[Collected data entries]
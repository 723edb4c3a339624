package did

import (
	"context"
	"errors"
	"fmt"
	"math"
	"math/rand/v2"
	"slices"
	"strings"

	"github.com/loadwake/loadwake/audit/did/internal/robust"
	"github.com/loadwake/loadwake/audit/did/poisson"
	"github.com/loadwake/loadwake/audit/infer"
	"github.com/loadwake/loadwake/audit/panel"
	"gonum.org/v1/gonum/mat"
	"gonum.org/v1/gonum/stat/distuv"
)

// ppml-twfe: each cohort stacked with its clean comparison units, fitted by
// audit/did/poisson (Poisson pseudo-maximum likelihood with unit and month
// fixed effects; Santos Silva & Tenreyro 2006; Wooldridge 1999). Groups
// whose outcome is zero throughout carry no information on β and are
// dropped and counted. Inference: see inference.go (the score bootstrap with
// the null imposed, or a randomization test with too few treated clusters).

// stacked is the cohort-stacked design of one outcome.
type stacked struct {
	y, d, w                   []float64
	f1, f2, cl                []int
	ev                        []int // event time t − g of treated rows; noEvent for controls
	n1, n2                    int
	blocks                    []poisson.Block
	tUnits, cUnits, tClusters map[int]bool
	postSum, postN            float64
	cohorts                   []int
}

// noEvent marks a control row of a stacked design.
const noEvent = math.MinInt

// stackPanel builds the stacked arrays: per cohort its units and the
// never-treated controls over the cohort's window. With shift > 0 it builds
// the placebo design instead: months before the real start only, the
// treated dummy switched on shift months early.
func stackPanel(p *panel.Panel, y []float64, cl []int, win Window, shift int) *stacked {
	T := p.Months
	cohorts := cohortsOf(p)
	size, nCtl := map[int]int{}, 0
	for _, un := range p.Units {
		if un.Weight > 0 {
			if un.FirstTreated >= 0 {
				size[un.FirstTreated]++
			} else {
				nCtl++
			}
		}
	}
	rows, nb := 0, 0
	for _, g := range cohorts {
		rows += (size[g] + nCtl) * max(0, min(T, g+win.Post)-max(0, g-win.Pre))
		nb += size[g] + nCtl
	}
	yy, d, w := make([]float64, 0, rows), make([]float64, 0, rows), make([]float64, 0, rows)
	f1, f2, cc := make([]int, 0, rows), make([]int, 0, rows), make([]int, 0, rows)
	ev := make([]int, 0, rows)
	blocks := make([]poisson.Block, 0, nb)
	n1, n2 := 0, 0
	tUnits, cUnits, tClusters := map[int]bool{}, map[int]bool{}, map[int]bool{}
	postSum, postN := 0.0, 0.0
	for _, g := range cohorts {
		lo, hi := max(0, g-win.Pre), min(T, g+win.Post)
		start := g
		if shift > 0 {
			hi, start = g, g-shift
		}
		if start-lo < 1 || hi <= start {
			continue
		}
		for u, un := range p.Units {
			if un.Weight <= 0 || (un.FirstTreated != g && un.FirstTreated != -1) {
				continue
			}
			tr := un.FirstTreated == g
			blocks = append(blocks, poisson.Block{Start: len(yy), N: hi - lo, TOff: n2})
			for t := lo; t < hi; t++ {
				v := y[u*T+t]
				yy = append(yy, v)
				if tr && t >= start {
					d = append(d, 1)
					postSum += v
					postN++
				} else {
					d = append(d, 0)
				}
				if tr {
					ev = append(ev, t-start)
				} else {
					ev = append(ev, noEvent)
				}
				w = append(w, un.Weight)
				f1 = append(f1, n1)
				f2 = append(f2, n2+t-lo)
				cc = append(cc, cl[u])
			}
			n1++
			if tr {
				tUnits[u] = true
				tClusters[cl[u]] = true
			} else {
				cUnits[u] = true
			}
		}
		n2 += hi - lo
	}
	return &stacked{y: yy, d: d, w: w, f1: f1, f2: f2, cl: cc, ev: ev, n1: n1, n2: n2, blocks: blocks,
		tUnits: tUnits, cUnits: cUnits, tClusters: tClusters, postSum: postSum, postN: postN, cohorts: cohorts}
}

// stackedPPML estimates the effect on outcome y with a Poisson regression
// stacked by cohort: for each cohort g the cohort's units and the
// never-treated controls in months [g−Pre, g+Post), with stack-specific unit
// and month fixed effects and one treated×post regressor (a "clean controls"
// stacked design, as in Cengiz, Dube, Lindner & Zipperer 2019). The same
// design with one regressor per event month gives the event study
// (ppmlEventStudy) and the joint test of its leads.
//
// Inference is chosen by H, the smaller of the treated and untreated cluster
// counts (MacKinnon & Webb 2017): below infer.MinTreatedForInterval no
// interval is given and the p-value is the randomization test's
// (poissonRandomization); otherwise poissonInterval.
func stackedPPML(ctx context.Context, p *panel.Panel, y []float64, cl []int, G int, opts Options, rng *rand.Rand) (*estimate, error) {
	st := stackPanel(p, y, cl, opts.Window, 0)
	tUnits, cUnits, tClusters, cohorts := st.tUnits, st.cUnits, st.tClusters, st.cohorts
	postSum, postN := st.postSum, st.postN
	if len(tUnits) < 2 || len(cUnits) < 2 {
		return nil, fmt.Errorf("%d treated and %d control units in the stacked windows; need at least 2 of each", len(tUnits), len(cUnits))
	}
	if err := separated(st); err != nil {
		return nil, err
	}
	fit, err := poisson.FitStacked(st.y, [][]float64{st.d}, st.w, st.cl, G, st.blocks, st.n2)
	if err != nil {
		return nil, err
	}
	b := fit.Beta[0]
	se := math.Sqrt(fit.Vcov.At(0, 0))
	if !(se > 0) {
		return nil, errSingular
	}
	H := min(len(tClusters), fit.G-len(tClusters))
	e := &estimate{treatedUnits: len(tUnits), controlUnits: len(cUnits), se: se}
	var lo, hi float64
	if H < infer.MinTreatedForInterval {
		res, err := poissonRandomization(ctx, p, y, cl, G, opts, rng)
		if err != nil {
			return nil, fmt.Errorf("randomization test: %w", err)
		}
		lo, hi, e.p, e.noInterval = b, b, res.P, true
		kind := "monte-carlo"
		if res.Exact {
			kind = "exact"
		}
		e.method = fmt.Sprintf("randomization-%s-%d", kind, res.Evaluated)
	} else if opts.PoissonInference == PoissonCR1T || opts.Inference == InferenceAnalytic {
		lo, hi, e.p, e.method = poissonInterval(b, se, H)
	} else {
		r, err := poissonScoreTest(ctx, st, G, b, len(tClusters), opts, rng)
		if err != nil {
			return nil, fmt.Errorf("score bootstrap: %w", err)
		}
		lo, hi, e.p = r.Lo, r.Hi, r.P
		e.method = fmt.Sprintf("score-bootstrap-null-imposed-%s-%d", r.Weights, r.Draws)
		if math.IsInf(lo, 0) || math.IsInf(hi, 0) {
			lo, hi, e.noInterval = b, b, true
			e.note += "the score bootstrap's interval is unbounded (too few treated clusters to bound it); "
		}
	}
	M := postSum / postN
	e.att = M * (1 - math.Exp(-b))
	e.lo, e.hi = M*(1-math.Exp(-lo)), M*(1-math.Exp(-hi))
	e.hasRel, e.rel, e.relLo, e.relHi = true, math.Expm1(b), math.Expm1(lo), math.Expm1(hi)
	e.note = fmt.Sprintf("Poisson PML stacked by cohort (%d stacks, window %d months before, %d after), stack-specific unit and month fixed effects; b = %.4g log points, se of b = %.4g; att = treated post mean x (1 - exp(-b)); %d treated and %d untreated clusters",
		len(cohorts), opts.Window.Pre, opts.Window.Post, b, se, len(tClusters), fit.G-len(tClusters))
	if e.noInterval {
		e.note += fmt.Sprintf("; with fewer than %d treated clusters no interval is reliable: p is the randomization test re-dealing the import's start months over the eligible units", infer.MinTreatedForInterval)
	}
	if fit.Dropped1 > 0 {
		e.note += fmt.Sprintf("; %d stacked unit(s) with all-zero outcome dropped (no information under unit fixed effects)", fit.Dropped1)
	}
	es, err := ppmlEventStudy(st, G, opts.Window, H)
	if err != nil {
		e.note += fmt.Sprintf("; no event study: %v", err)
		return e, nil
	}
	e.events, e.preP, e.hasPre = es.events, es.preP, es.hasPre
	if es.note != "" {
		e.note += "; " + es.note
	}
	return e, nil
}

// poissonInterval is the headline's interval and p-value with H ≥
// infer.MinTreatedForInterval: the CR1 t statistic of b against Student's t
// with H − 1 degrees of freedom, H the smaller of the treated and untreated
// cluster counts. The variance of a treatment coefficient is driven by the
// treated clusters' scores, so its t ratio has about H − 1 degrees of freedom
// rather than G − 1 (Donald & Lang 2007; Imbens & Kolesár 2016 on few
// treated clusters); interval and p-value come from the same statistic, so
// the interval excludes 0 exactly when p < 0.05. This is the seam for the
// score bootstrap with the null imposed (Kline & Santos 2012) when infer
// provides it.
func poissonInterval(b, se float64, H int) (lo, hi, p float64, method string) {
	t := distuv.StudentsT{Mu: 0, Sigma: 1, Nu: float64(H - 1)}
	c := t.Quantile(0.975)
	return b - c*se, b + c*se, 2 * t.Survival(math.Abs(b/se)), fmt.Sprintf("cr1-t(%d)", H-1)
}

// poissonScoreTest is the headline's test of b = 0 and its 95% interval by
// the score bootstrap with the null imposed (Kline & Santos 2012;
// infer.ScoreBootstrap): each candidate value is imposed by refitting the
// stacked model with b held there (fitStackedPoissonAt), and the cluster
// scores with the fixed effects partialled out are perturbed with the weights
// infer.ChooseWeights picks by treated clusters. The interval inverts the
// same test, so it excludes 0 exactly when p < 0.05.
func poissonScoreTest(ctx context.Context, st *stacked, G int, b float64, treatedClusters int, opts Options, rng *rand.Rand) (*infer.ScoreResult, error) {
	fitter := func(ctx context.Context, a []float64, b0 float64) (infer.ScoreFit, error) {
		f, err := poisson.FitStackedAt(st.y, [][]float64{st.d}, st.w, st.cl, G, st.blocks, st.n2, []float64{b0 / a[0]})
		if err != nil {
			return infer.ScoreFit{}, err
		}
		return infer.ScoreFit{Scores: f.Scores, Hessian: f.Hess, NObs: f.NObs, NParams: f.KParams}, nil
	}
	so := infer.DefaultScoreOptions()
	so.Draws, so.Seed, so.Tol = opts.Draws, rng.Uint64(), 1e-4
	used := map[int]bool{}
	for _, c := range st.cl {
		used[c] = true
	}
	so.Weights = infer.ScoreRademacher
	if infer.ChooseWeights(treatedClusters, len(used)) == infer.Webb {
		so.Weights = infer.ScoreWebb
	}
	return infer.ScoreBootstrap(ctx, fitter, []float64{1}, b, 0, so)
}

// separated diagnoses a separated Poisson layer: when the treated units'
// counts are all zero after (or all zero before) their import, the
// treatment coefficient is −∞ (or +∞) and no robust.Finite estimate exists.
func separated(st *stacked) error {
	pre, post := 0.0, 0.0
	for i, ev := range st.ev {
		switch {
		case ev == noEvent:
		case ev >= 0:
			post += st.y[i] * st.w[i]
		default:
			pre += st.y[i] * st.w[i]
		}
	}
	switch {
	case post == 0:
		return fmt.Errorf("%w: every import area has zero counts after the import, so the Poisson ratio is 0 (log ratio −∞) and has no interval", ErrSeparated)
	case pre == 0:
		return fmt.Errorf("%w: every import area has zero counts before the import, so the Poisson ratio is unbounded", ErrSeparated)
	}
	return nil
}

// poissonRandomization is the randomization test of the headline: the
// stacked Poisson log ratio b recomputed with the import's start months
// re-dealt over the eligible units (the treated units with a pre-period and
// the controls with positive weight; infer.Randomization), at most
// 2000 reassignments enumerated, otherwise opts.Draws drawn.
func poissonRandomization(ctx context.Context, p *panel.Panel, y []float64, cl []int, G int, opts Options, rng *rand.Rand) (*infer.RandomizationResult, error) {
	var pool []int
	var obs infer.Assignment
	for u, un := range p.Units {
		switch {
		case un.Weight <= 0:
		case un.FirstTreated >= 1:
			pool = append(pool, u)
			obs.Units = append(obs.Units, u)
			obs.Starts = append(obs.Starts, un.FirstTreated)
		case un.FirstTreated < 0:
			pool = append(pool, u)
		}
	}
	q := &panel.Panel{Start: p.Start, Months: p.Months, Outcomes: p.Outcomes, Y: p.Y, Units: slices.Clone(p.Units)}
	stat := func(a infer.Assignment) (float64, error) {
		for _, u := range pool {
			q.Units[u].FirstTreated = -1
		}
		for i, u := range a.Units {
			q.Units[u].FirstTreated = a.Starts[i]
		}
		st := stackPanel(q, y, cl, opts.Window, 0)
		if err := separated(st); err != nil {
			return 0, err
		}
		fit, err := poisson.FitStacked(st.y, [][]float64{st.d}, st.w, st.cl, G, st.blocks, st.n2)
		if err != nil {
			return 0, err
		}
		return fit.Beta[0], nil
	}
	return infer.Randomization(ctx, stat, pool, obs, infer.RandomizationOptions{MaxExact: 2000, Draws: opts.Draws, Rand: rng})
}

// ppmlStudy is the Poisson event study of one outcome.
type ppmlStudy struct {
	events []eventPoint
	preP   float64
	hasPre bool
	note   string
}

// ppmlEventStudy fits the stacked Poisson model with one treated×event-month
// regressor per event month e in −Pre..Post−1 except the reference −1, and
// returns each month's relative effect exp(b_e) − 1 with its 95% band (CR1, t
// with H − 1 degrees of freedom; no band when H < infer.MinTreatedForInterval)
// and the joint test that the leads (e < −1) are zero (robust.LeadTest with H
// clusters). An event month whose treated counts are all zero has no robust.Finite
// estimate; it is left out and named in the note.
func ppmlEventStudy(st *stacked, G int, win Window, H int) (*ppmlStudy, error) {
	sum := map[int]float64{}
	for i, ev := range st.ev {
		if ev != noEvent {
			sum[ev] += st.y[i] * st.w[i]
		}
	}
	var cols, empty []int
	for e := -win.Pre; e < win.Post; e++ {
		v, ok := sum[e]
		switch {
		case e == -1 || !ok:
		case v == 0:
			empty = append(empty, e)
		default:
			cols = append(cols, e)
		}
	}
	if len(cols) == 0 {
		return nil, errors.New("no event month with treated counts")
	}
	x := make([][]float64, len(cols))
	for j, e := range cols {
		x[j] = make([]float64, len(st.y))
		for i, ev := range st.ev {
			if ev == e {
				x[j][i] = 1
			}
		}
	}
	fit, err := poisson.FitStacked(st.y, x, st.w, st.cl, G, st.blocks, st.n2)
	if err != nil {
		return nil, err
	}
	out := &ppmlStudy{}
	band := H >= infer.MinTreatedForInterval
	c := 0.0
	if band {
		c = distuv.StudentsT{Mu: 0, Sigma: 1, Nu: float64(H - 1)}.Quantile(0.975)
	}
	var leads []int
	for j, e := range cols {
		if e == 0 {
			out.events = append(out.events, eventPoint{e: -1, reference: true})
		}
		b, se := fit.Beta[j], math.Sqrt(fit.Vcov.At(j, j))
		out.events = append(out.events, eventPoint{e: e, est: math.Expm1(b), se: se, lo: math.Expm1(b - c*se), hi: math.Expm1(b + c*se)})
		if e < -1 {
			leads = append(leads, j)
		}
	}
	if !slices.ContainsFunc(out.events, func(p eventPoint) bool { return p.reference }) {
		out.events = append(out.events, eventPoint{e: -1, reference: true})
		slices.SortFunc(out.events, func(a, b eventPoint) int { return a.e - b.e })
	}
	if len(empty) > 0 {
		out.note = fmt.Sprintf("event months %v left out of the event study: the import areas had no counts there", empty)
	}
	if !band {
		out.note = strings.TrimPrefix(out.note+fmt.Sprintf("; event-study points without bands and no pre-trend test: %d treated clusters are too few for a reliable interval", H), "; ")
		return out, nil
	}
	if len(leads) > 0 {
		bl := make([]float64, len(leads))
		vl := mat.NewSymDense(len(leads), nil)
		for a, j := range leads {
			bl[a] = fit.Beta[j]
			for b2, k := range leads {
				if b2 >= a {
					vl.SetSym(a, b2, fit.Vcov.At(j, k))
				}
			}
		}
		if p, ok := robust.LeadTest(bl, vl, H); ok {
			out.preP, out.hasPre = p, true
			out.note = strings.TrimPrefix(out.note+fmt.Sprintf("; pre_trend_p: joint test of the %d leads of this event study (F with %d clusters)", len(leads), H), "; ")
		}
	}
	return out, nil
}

- **TASK DESCRIPTION**
From the entries above, extract every line where the word "ppmlEventStudy" appears.

- **TASK OUTPUT**
// (ppmlEventStudy) and the joint test of its leads.
	es, err := ppmlEventStudy(st, G, opts.Window, H)
// ppmlEventStudy fits the stacked Poisson model with one treated×event-month
func ppmlEventStudy(st *stacked, G int, win Window, H int) (*ppmlStudy, error) {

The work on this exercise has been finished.